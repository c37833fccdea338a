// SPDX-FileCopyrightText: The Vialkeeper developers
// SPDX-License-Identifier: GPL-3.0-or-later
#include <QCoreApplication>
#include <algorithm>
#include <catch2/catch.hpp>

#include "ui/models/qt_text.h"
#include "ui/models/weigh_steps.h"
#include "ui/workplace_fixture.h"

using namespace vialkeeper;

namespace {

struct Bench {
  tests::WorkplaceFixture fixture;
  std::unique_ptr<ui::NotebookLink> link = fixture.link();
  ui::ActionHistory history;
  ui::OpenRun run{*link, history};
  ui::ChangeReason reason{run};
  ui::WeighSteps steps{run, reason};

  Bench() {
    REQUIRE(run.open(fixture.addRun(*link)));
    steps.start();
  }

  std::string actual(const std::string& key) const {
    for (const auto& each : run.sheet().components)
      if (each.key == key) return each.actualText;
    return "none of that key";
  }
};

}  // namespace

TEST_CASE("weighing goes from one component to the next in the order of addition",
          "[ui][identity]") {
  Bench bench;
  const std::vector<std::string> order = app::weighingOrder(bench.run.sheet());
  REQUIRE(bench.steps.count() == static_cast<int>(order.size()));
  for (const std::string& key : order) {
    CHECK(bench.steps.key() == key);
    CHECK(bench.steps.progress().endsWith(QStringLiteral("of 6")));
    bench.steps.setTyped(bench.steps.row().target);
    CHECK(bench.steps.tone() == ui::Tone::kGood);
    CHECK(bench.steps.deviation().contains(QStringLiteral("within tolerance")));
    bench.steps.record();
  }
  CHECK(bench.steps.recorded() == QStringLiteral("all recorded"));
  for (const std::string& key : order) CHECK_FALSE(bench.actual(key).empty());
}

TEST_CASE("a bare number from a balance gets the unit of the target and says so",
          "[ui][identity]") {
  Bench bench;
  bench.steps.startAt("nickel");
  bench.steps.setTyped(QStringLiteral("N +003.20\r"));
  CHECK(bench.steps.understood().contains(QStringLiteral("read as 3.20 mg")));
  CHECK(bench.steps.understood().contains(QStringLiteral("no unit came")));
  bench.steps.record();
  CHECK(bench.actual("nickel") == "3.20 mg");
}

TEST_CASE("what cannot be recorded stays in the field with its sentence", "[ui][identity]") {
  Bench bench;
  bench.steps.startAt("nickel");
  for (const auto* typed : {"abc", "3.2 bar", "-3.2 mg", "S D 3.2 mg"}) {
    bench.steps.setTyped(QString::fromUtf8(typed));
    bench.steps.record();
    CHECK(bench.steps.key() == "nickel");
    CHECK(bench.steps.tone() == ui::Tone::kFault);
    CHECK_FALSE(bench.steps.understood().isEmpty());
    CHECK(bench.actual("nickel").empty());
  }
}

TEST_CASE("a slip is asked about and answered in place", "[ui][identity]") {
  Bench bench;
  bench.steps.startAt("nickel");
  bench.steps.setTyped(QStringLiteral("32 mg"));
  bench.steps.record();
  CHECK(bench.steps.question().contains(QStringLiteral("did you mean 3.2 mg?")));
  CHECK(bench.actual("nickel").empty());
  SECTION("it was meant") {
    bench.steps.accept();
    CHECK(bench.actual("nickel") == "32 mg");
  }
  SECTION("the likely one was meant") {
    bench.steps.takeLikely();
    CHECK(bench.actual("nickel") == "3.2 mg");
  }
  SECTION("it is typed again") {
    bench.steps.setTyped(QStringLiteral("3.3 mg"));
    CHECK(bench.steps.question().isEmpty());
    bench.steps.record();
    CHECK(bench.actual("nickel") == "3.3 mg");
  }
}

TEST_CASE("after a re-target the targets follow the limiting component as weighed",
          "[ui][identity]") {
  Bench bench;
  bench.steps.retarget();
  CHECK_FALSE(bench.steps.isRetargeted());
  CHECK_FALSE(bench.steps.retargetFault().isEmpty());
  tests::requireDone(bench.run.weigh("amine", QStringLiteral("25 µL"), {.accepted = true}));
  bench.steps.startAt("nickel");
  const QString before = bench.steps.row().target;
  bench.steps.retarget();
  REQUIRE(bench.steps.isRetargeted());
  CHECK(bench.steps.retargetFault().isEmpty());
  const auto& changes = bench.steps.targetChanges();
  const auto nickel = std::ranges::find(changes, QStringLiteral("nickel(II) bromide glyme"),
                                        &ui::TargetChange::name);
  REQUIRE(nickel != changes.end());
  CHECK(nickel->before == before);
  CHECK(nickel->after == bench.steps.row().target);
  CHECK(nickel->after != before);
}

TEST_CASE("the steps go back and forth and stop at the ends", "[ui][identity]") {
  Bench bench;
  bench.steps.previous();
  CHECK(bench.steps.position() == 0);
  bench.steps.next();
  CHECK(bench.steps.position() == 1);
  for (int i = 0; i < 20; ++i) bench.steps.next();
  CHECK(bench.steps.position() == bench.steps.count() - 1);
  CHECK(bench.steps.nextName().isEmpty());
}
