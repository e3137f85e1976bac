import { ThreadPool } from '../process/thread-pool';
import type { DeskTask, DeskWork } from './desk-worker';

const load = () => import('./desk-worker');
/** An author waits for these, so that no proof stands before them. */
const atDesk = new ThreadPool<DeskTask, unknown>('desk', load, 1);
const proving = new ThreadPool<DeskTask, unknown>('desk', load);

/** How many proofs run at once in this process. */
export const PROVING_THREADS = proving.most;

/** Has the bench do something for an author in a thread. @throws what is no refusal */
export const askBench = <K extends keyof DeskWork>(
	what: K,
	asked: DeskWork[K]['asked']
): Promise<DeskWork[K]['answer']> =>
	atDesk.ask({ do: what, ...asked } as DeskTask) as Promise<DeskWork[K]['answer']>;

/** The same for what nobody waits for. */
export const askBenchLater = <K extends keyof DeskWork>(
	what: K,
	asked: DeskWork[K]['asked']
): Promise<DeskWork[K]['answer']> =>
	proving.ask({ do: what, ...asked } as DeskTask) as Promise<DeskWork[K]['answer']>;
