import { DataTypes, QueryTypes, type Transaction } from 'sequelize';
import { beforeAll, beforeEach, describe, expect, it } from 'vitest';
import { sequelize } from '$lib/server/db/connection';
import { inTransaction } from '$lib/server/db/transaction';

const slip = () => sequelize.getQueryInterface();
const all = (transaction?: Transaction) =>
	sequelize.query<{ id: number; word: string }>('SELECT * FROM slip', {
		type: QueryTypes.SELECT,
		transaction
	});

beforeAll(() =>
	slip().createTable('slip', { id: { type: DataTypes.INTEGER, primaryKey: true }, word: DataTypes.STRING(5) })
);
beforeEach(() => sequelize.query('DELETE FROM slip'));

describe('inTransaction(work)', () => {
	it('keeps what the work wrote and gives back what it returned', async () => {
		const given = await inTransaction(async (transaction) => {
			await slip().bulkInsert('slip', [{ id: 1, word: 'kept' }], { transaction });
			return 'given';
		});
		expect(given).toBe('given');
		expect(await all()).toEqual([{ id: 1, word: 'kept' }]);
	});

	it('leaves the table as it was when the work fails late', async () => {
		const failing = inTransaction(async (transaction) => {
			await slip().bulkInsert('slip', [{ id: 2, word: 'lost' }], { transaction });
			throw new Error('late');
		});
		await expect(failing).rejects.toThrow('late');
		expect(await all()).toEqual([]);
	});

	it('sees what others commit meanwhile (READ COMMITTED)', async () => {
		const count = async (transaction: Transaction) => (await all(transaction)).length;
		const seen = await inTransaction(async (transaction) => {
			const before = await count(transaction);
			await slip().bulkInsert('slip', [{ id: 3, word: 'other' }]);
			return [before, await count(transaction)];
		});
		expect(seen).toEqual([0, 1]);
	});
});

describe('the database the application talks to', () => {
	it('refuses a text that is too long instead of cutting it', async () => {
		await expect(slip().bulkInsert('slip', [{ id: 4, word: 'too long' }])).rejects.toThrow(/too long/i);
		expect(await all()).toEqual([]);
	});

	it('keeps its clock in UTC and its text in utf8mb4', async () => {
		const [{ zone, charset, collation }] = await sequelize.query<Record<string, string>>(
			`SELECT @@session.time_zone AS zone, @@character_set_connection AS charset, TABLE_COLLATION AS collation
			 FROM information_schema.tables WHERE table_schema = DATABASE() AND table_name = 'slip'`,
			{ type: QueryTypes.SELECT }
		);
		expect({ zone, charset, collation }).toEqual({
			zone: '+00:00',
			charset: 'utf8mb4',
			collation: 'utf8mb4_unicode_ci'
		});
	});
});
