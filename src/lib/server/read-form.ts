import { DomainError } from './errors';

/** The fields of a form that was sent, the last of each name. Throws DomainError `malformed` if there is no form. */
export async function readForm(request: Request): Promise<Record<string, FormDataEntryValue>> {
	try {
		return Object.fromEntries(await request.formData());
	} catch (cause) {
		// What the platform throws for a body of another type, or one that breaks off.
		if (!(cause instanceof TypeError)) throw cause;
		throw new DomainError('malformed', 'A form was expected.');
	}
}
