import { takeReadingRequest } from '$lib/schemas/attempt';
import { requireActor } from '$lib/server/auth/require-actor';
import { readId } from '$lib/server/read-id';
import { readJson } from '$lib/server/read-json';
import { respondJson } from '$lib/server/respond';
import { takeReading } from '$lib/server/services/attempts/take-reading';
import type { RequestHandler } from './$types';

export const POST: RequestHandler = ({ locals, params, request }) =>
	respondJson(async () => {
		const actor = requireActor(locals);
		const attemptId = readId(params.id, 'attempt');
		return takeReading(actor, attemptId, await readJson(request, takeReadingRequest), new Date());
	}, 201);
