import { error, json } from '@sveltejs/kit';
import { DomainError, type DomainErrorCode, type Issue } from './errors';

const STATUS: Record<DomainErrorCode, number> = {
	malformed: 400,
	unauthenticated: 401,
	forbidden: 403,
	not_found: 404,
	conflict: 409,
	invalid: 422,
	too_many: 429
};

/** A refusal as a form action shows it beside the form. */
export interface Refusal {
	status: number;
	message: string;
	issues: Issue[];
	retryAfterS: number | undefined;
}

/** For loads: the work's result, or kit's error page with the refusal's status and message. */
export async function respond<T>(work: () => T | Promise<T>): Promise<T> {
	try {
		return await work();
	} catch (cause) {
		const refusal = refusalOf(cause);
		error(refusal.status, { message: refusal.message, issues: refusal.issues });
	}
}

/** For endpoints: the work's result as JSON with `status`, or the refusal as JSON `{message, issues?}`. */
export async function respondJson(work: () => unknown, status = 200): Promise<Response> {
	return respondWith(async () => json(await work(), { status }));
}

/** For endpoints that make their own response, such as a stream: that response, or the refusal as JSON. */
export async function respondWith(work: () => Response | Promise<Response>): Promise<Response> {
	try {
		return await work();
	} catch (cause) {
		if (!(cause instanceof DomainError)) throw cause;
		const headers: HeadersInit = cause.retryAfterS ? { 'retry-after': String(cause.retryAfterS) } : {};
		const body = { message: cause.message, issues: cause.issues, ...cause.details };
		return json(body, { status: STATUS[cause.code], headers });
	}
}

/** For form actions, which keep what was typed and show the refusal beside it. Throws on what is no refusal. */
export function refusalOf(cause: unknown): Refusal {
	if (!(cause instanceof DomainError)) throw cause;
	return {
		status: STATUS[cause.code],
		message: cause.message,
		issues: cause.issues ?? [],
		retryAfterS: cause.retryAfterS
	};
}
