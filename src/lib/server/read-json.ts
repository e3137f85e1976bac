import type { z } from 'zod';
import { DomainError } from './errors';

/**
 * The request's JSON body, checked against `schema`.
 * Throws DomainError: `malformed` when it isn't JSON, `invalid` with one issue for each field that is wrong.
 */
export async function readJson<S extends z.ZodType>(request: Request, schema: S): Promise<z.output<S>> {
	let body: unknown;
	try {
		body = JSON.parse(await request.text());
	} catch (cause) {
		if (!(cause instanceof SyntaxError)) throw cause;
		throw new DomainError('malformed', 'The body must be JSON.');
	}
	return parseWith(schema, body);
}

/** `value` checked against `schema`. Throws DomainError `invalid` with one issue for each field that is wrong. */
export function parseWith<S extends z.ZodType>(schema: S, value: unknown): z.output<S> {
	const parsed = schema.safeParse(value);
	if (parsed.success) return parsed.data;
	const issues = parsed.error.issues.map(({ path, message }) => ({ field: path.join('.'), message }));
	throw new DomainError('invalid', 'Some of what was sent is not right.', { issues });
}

⁂

GOAL OF THE EXERCISE
For this exercise, output exactly the lines above from the line with "CHECK(nickel->after == bench.steps.row().target);" to the line with "const load = () => import('./desk-worker');", counting both, and leave out the rest.

OUTPUT FOR THIS TASK
  CHECK(nickel->after == bench.steps.row().target);
  CHECK(nickel->after != before);
}

TEST_CASE("the steps go back and forth and stop at the ends", "[ui][identity]") {
  Bench bench;
  bench.steps.previous();
  CHECK(bench.steps.position() == 0);
  bench.steps.next();
  CHECK(bench.steps.position() == 1);
  for (int i = 0; i < 20; ++i) bench.steps.next();
  CHECK(bench.steps.position() == bench.steps.count() - 1);
  CHECK(bench.steps.nextName().isEmpty());
}
repository e3137f85e1976bac
import { ThreadPool } from '../process/thread-pool';
import type { DeskTask, DeskWork } from './desk-worker';

const load = () => import('./desk-worker');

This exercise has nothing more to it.